Whenever a line of the listing contains the string "relative", return that line.

##########

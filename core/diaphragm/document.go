// Package diaphragm holds the document that describes one tensioned round
// diaphragm: its schema, defaults, validation, the list of fields a person can
// edit, and the codec of the links that carry it.
//
// Every stored value is in SI units (m, kg, s, K, Pa, N/m); units are chosen
// at the edge, for show, by package quantity. Directions count anticlockwise
// from the right in the plan.
package diaphragm

import "hoopsheet/core/air"

// Schema is the version of the document that this program writes. Documents of
// a later version are refused in words; older ones are migrated by Open.
const Schema = 1

// The largest numbers of entries of the document's lists.
const (
	MostLines     = 24
	MostHarmonics = 8
	MostPatches   = 8
	MostStrips    = 8
)

// Diaphragm is one document: what a workshop builds and an inspector checks.
type Diaphragm struct {
	Schema int `json:"schema"`
	// ID names the document for ever: a ULID, 26 characters of Crockford base 32.
	ID    string `json:"id"`
	Name  string `json:"name"`
	Place string `json:"place"`
	Notes string `json:"notes"`
	// Created is the time of creation, RFC 3339 in UTC.
	Created string `json:"created"`
	// Revision counts the kept revisions; 0 means that none has been kept.
	Revision int `json:"revision"`
	// Invented marks a demonstration document whose data are made up.
	Invented     bool         `json:"invented,omitempty"`
	Ring         Ring         `json:"ring"`
	Sheet        Sheet        `json:"sheet"`
	Tension      Tension      `json:"tension"`
	Attached     Attached     `json:"attached,omitzero"`
	Faces        Faces        `json:"faces"`
	Surroundings Surroundings `json:"surroundings"`
	Avoid        Avoid        `json:"avoid"`
	Damping      Damping      `json:"damping"`
}

// Ring is what the sheet is stretched on.
type Ring struct {
	// Radius is the inner, free radius of the sheet, m.
	Radius float64 `json:"radius"`
	// HubRadius is the radius of a fixed hub in the middle, m; 0 for none.
	HubRadius float64 `json:"hubRadius,omitempty"`
	// OutOfRound is half the difference of the semi-axes of the ring, m: they
	// are Radius + OutOfRound and Radius - OutOfRound. 0 for a round ring.
	OutOfRound float64 `json:"outOfRound,omitempty"`
	// OutOfRoundAngle is the direction of the longer axis, rad.
	OutOfRoundAngle float64 `json:"outOfRoundAngle,omitempty"`
	// Clamps is the number of clamps around the rim; 0 means not stated.
	Clamps int `json:"clamps"`
	// CTE is the ring's coefficient of thermal expansion, 1/K.
	CTE float64 `json:"cte"`
}

// Sheet is the film, foil, fabric or skin itself.
type Sheet struct {
	// Material is the generic name of the material, free text.
	Material string `json:"material"`
	// Thickness h, m.
	Thickness float64 `json:"thickness"`
	// Density of the sheet material, kg/m^3.
	Density float64 `json:"density"`
	// MeasuredArealDensity, kg/m^2, replaces Density times Thickness where it
	// is greater than zero.
	MeasuredArealDensity float64 `json:"measuredArealDensity"`
	// E is the in-plane modulus of elasticity, Pa.
	E float64 `json:"e"`
	// Nu is Poisson's ratio, 0 <= Nu <= 0.5.
	Nu float64 `json:"nu"`
	// CTE is the sheet's coefficient of thermal expansion, 1/K.
	CTE float64 `json:"cte"`
	// AllowableStress is the largest permitted membrane stress, Pa.
	AllowableStress float64 `json:"allowableStress"`
	// LossFactor eta of the material, 0 to 1: the share of its elastic energy
	// that is lost per radian. It acts on bending only, because tension stores
	// energy without loss.
	LossFactor float64 `json:"lossFactor,omitempty"`
}

// Tension is the specified line tension and how it differs around the rim.
type Tension struct {
	// Nominal line tension T, N/m, at the temperature of Surroundings: the mean
	// over all directions.
	Nominal float64 `json:"nominal"`
	// Tolerance is the permitted relative deviation, 0.1 for ten percent.
	Tolerance float64 `json:"tolerance"`
	// Rim says how the edge of the sheet is held; empty means RimClamped.
	Rim Rim `json:"rim,omitempty"`
	// Bonded is true where the sheet is glued or welded to the rim, so that it
	// cannot slide along it; false where it slides while it is tensioned.
	Bonded bool `json:"bonded,omitempty"`
	// WeftRatio q is the weft tension of a fabric over its warp tension; 0 or 1
	// where both are the same. With the mean T the warp tension is 2 T/(1 + q)
	// and the weft tension 2 T q/(1 + q).
	WeftRatio float64 `json:"weftRatio,omitempty"`
	// WarpAngle is the direction of the warp, rad.
	WarpAngle float64 `json:"warpAngle,omitempty"`
	// Upright is true where the plan stands vertical, its lower side down, so
	// that the weight of the sheet hangs in the ring.
	Upright bool `json:"upright,omitempty"`
	// Harmonics of the tension around the rim, at most MostHarmonics.
	Harmonics []Harmonic `json:"harmonics,omitempty"`
}

// Rim says how the edge of the sheet is held against bending.
type Rim string

// The kinds of rim.
const (
	RimClamped   Rim = "clamped"   // neither travel nor slope
	RimSupported Rim = "supported" // no travel, free to turn
)

// Rims lists every kind of rim in the order in which it is offered.
func Rims() []Rim { return []Rim{RimClamped, RimSupported} }

// OrClamped is the rim itself, or RimClamped where none is given.
func (r Rim) OrClamped() Rim {
	if r == "" {
		return RimClamped
	}
	return r
}

// Harmonic is one part of uneven tension: the pull of the rim at angle theta is
//
//	T [1 + Epsilon cos(Order (theta - Angle))].
type Harmonic struct {
	// Order k is the number of tight places around the rim, 2 or more; 1 exists
	// with a bonded rim only, because a sliding one would be out of balance.
	Order int `json:"order"`
	// Epsilon is the relative amplitude, 0 <= Epsilon < 1.
	Epsilon float64 `json:"epsilon"`
	// Angle of a tight place, rad.
	Angle float64 `json:"angle"`
}

// Faces says what lies on each side of the sheet.
type Faces struct {
	Upper Face `json:"upper"`
	Lower Face `json:"lower"`
}

// Face is one side of the sheet.
type Face struct {
	Kind FaceKind `json:"kind"`
	// Fluid at this face; empty means air. Not used by FaceVacuum.
	Fluid air.FluidName `json:"fluid,omitempty"`
	// Wall is the distance of a parallel wall or floor, m; 0 for none. Used by
	// FaceBaffled only.
	Wall float64 `json:"wall,omitempty"`
	// Depth of a cavity behind this face, m; used by FaceCavity only.
	Depth float64 `json:"depth,omitempty"`
	// VentArea is the cross-section of a vent or leak of the cavity, m^2, 0 for
	// none, and VentLength the length of the passage, m, without end
	// corrections. Used by FaceCavity only.
	VentArea   float64 `json:"ventArea,omitempty"`
	VentLength float64 `json:"ventLength,omitempty"`
}

// FaceKind says how the fluid on one side of the sheet is bounded.
type FaceKind string

// The kinds of face. FaceOpen holds for both faces or for neither, because the
// fluid passes around the rim.
const (
	FaceVacuum  FaceKind = "vacuum"
	FaceOpen    FaceKind = "open"
	FaceBaffled FaceKind = "baffled"
	FaceCavity  FaceKind = "cavity"
)

// FaceKinds lists every kind of face in the order in which it is offered.
func FaceKinds() []FaceKind {
	return []FaceKind{FaceOpen, FaceBaffled, FaceCavity, FaceVacuum}
}

// Surroundings is the state of the air and the range of service.
type Surroundings struct {
	// Temperature of air and sheet at which Tension.Nominal holds, K.
	Temperature float64 `json:"temperature"`
	// Pressure of the air, Pa.
	Pressure float64 `json:"pressure"`
	// Humidity is the relative humidity, 0 to 1.
	Humidity float64 `json:"humidity"`
	// ServiceMin and ServiceMax bound the temperature in service, K.
	ServiceMin float64 `json:"serviceMin"`
	ServiceMax float64 `json:"serviceMax"`
}

// Avoid lists the frequencies to keep clear of.
type Avoid struct {
	// Lowest is the lowest frequency that a mode may have, Hz; 0 for none.
	Lowest float64 `json:"lowest"`
	Lines  []Line  `json:"lines"`
}

// Line is one frequency to keep clear of.
type Line struct {
	Name string `json:"name"`
	// Frequency of the line, Hz.
	Frequency float64 `json:"frequency"`
	// HalfWidth is the relative half-width of the band in which a mode counts
	// as a hit, 0.05 for five percent to either side.
	HalfWidth float64 `json:"halfWidth"`
}

// Damping is what is known or assumed of the decay.
type Damping struct {
	// Ratio is the damping ratio zeta (share of critical) of every mode.
	Ratio float64 `json:"ratio"`
}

##########

**ANSWER SPACE**
	// Tolerance is the permitted relative deviation, 0.1 for ten percent.
	// Epsilon is the relative amplitude, 0 <= Epsilon < 1.
	// Humidity is the relative humidity, 0 to 1.
	// HalfWidth is the relative half-width of the band in which a mode counts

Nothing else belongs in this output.